*Task to complete:* Please return only the lines from the one holding "later, with all" through the one holding "this.broken = 0;", exactly as they appear in the records below, both ends included.

○ ○ ○ ○ ○ ○ ○

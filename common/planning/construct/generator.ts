import { StageBounds, isMovable, NOBODY } from './bounds-of-stage';
import { NEVER } from './calendar';
import type { Compiled, Crew } from './compiled';
import { placeFixed } from './fixed-stages';
import { type Ask, Fitter } from './fitter';
import type { Genome } from './genome';
import { copyFit, type Fit, Layout, newFit } from './layout';
import { workMinutes } from './work-minutes';

/** Stages laid out between two looks at whether to give up. */
const STAGES_BETWEEN_LOOKS = 64;
/** A maximum gap is mended this often for one stage before it is let go. */
const MOST_MENDS_OF_STAGE = 8;

/**
 * Serial schedule generation over an order of stages (Kelley 1963; Kolisch & Hartmann 1999), with a choice of crew and bays for
 * each. Where a stage comes too late for a maximum gap or a window, the stage that set it is taken out and begun later, with all
 * that follows it: the unscheduling step of Franck, Neumann & Schwindt 2001. What cannot be met is laid as well as it can be.
 */
export class Generator {
  readonly layout: Layout;
  /** Requirements that the last decoding could not meet, stages without a place among them. */
  broken = 0;
  /** Whether the last decoding was given up half way; its layout is then worth nothing. */
  isGivenUp = false;
  /** Asked now and then within a decoding, so that a large one need not be waited for. */
  shouldGiveUp: () => boolean = () => false;

  private readonly fitter: Fitter;
  private readonly bounds: StageBounds;
  private readonly ask: Ask = {
    stage: 0,
    crew: null,
    housing: null,
    minutes: 0,
    lowStart: 0,
    lowEnd: 0,
    lowFinish: 0,
    lastStart: NEVER,
    overtime: false,
  };
  private readonly trial: Fit = newFit();
  private readonly best: Fit = newFit();
  private bestCrew: Crew | null = null;
  private bestHousing: Int32Array | null = null;
  private readonly floor: Int32Array;
  private readonly mends: Uint8Array;
  private readonly isBusy: Uint8Array;
  /** Stages tried and found to have no place; they are not tried again in one decoding unless something is mended. */
  private readonly isHopeless: Uint8Array;
  private readonly position: Int32Array;
  private mendsLeft = 0;
  private resumeAt = NEVER;
  private genome: Genome | null = null;

  constructor(readonly compiled: Compiled) {
    const n = compiled.stageCount;
    this.layout = new Layout(compiled);
    this.fitter = new Fitter(this.layout);
    this.bounds = new StageBounds(this.layout, this.fitter);
    this.floor = new Int32Array(n);
    this.mends = new Uint8Array(n);
    this.isBusy = new Uint8Array(n);
    this.isHopeless = new Uint8Array(n);
    this.position = new Int32Array(n);
  }

  /** Lays out every stage, those that are tied first and the others by the genome's order. */
  decode(genome: Genome): void {
    this.begin();
    this.resume(genome);
  }

  /** An empty layout but for the stages that are tied to their times. */
  begin(): void {
    this.layout.clear();
    this.broken = 0;
    placeFixed(this.layout, this.fitter, this.bounds);
  }

  /** Lays out every stage that has no place yet by the genome's order, beside what is there. */
  resume(genome: Genome): void {
    const { order } = genome;
    this.genome = genome;
    this.floor.fill(0);
    this.mends.fill(0);
    this.isBusy.fill(0);
    this.isHopeless.fill(0);
    this.mendsLeft = 2 * order.length + 20;
    this.isGivenUp = false;
    let looks = 0;
    for (let p = 0; p < order.length; p += 1) this.position[order[p]] = p;
    for (let p = 0; p < order.length; p += 1) {
      looks += 1;
      if (looks % STAGES_BETWEEN_LOOKS === 0 && this.shouldGiveUp()) {
        this.isGivenUp = true;
        return;
      }
      this.resumeAt = NEVER;
      this.placeWithBefore(order[p]);
      // A mend has taken stages out: go back to the first of them. The loop's own step makes up for the one subtracted.
      if (this.resumeAt < NEVER) p = Math.min(p, this.resumeAt) - 1;
    }
    for (const stage of order) if (this.layout.isPlaced[stage] === 0) this.broken += 1;
  }

  /** Places a stage after the stages that it waits for. */
  private placeWithBefore(stage: number): void {
    const { links } = this.compiled;
    const { isPlaced } = this.layout;
    if (isPlaced[stage] === 1 || this.isBusy[stage] === 1 || this.isHopeless[stage] === 1) return;
    this.isBusy[stage] = 1;
    let isReady = true;
    for (let k = links.inOf[stage]; k < links.inOf[stage + 1]; k += 1) {
      const before = links.from[links.inLinks[k]];
      if (isPlaced[before] === 0) this.placeWithBefore(before);
      if (this.resumeAt < NEVER) break;
      // A stage that waits, round about, for this one is judged when its own turn comes.
      if (isPlaced[before] === 0 && this.isBusy[before] === 0) isReady = false;
    }
    if (this.resumeAt >= NEVER) {
      if (isReady) this.place(stage);
      else this.isHopeless[stage] = 1;
    }
    this.isBusy[stage] = 0;
  }

  private place(stage: number): void {
    this.letGoFor(stage);
    if (this.resumeAt < NEVER) return;
    this.bounds.gather(stage, this.floor[stage]);
    let late = this.findBest(stage);
    // With the effort of a missed window the stage may be too long for any shift: then the window has to be met.
    if (late < 0 && this.bounds.hardenWindows()) late = this.findBest(stage);
    if (late < 0) {
      this.isHopeless[stage] = 1;
      return;
    }
    if (late > 0 && this.mend(stage)) return;
    if (late > 0) this.broken += this.bounds.countBroken(stage, this.best.start, this.best.end, this.best.finish);
    this.layout.place(stage, this.best, this.bestCrew, this.bestHousing);
  }

  /** Where all bays that a stage could use are held until some demould, that demould comes first. */
  private letGoFor(stage: number): void {
    const { work } = this.compiled;
    for (const housing of work.housings[stage]) {
      for (let k = 0; k < housing.length; k += 1) {
        const bay = housing[k];
        const holds = this.layout.openHolds[bay];
        if (holds.length === 0) continue;
        const units = work.placeUnits[work.placeOf[stage] + k];
        if (this.layout.bays[bay].takenForEver() + units <= this.compiled.bays.capacity[bay]) continue;
        for (const holder of [...holds]) {
          for (let place = work.placeOf[holder]; place < work.placeOf[holder + 1]; place += 1) {
            if (work.placeUntil[place] >= 0 && this.resumeAt >= NEVER) this.placeWithBefore(work.placeUntil[place]);
          }
        }
      }
    }
  }

  /** Finds the best of all crews and bays into `best`; the minutes by which it breaks a bound, or -1 for no place at all. */
  private findBest(stage: number): number {
    const { work } = this.compiled;
    const crews = work.crews[stage];
    const needsCrew = work.needOf[stage + 1] > work.needOf[stage];
    const choice = this.genome ? this.genome.crewChoice[stage] : -1;
    const ask = this.ask;
    ask.stage = stage;
    ask.overtime = this.genome !== null && this.genome.overtime[stage] === 1;
    if (needsCrew && crews.length === 0) return -1;
    let bestLate = NEVER;
    let bestScore = NEVER;
    const fewest = this.fewestMinutes(stage, crews);
    const { lowStart } = this.bounds;
    for (const housing of work.housings[stage]) {
      ask.housing = housing;
      // No crew can start before its bays have room for even the quickest work.
      this.bounds.lowStart = this.fitter.bayFreeFrom(stage, housing, fewest, lowStart);
      for (let c = 0; c < Math.max(1, crews.length); c += 1) {
        if (choice >= 0 && c !== choice && choice < crews.length) continue;
        const crew = c < crews.length ? crews[c] : null;
        ask.crew = crew;
        const least = workMinutes(this.compiled, stage, work.minutes[stage], crew);
        // A start from which even bare work ends no better than the best found is of no use.
        ask.lastStart = bestLate === 0 ? bestScore - least - regretMinutes(crew, least) - 1 : NEVER;
        if (ask.lastStart < this.bounds.lowStart || !this.fitInTime(ask)) continue;
        const late = this.lateness(this.trial);
        const score = this.trial.finish + regretMinutes(crew, ask.minutes);
        if (late > bestLate || (late === bestLate && score >= bestScore)) continue;
        bestLate = late;
        bestScore = score;
        copyFit(this.trial, this.best);
        this.bestCrew = crew;
        this.bestHousing = housing;
      }
    }
    this.bounds.lowStart = lowStart;
    return bestScore >= NEVER ? -1 : bestLate;
  }

  private fewestMinutes(stage: number, crews: readonly Crew[]): number {
    const effort = this.compiled.work.minutes[stage];
    let fewest = crews.length === 0 ? effort : NEVER;
    for (let c = 0; c < crews.length; c += 1)
      fewest = Math.min(fewest, workMinutes(this.compiled, stage, effort, crews[c]));
    return fewest;
  }

  /** Fits with the extra effort of every soft window that the start then misses. */
  private fitInTime(ask: Ask): boolean {
    const { bounds } = this;
    const effort = this.compiled.work.minutes[ask.stage];
    ask.lowStart = bounds.lowStart;
    ask.lowEnd = bounds.lowEnd;
    ask.lowFinish = bounds.lowFinish;
    for (let extra = -1; ;) {
      let owed = 0;
      for (let k = 0; k < bounds.softUntil.length; k += 1)
        if (ask.lowStart > bounds.softUntil[k]) owed += bounds.softExtra[k];
      if (owed === extra) return true;
      extra = owed;
      ask.minutes = workMinutes(this.compiled, ask.stage, effort + extra, ask.crew);
      if (!this.fitter.fit(ask, this.trial)) return false;
      ask.lowStart = this.trial.start;
    }
  }

  private lateness(fit: Fit): number {
    const { bounds } = this;
    return Math.max(0, fit.start - bounds.highStart, fit.end - bounds.highEnd, fit.finish - bounds.highFinish);
  }

  /** Takes out the stage whose bound is broken and what follows it, to begin later. False where nothing can be mended. */
  private mend(stage: number): boolean {
    const { bounds, best } = this;
    let cause = NOBODY;
    let by = 0;
    let retry = 0;
    const weigh = (over: number, from: number, retryAt: number): void => {
      if (over <= by) return;
      by = over;
      cause = from;
      retry = retryAt;
    };
    weigh(best.start - bounds.highStart, bounds.highStartCause, 0);
    weigh(best.end - bounds.highEnd, bounds.highEndCause, bounds.highEndRetry);
    weigh(best.finish - bounds.highFinish, bounds.highFinishCause, 0);
    if (cause === NOBODY || !isMovable(this.compiled, cause) || this.isBusy[cause] === 1) return false;
    if (this.mendsLeft === 0 || this.mends[cause] >= MOST_MENDS_OF_STAGE) return false;
    this.mendsLeft -= 1;
    this.mends[cause] += 1;
    this.floor[cause] = retry >= NEVER ? this.layout.start[cause] + by : Math.max(this.layout.start[cause] + by, retry);
    this.resumeAt = this.position[stage];
    this.takeOut(cause);
    this.isHopeless.fill(0);
    return true;
  }

  /** Takes a stage out with every movable stage that follows it. */
  private takeOut(stage: number): void {
    const { links } = this.compiled;
    if (this.layout.isPlaced[stage] === 0 || !isMovable(this.compiled, stage)) return;
    this.layout.unplace(stage);
    this.resumeAt = Math.min(this.resumeAt, this.position[stage]);
    for (let k = links.outOf[stage]; k < links.outOf[stage + 1]; k += 1) this.takeOut(links.to[links.outLinks[k]]);
  }
}

/** Half the work's time, at most half a day, for a crew whose crafts are wanted elsewhere. */
function regretMinutes(crew: Crew | null, minutes: number): number {
  return crew ? Math.round((Math.min(minutes, 480) * crew.regretPermille) / 2000) : 0;
}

○ ○ ○ ○ ○ ○ ○

*Solved exercise:*
 * each. Where a stage comes too late for a maximum gap or a window, the stage that set it is taken out and begun later, with all
 * that follows it: the unscheduling step of Franck, Neumann & Schwindt 2001. What cannot be met is laid as well as it can be.
 */
export class Generator {
  readonly layout: Layout;
  /** Requirements that the last decoding could not meet, stages without a place among them. */
  broken = 0;
  /** Whether the last decoding was given up half way; its layout is then worth nothing. */
  isGivenUp = false;
  /** Asked now and then within a decoding, so that a large one need not be waited for. */
  shouldGiveUp: () => boolean = () => false;

  private readonly fitter: Fitter;
  private readonly bounds: StageBounds;
  private readonly ask: Ask = {
    stage: 0,
    crew: null,
    housing: null,
    minutes: 0,
    lowStart: 0,
    lowEnd: 0,
    lowFinish: 0,
    lastStart: NEVER,
    overtime: false,
  };
  private readonly trial: Fit = newFit();
  private readonly best: Fit = newFit();
  private bestCrew: Crew | null = null;
  private bestHousing: Int32Array | null = null;
  private readonly floor: Int32Array;
  private readonly mends: Uint8Array;
  private readonly isBusy: Uint8Array;
  /** Stages tried and found to have no place; they are not tried again in one decoding unless something is mended. */
  private readonly isHopeless: Uint8Array;
  private readonly position: Int32Array;
  private mendsLeft = 0;
  private resumeAt = NEVER;
  private genome: Genome | null = null;

  constructor(readonly compiled: Compiled) {
    const n = compiled.stageCount;
    this.layout = new Layout(compiled);
    this.fitter = new Fitter(this.layout);
    this.bounds = new StageBounds(this.layout, this.fitter);
    this.floor = new Int32Array(n);
    this.mends = new Uint8Array(n);
    this.isBusy = new Uint8Array(n);
    this.isHopeless = new Uint8Array(n);
    this.position = new Int32Array(n);
  }

  /** Lays out every stage, those that are tied first and the others by the genome's order. */
  decode(genome: Genome): void {
    this.begin();
    this.resume(genome);
  }

  /** An empty layout but for the stages that are tied to their times. */
  begin(): void {
    this.layout.clear();
    this.broken = 0;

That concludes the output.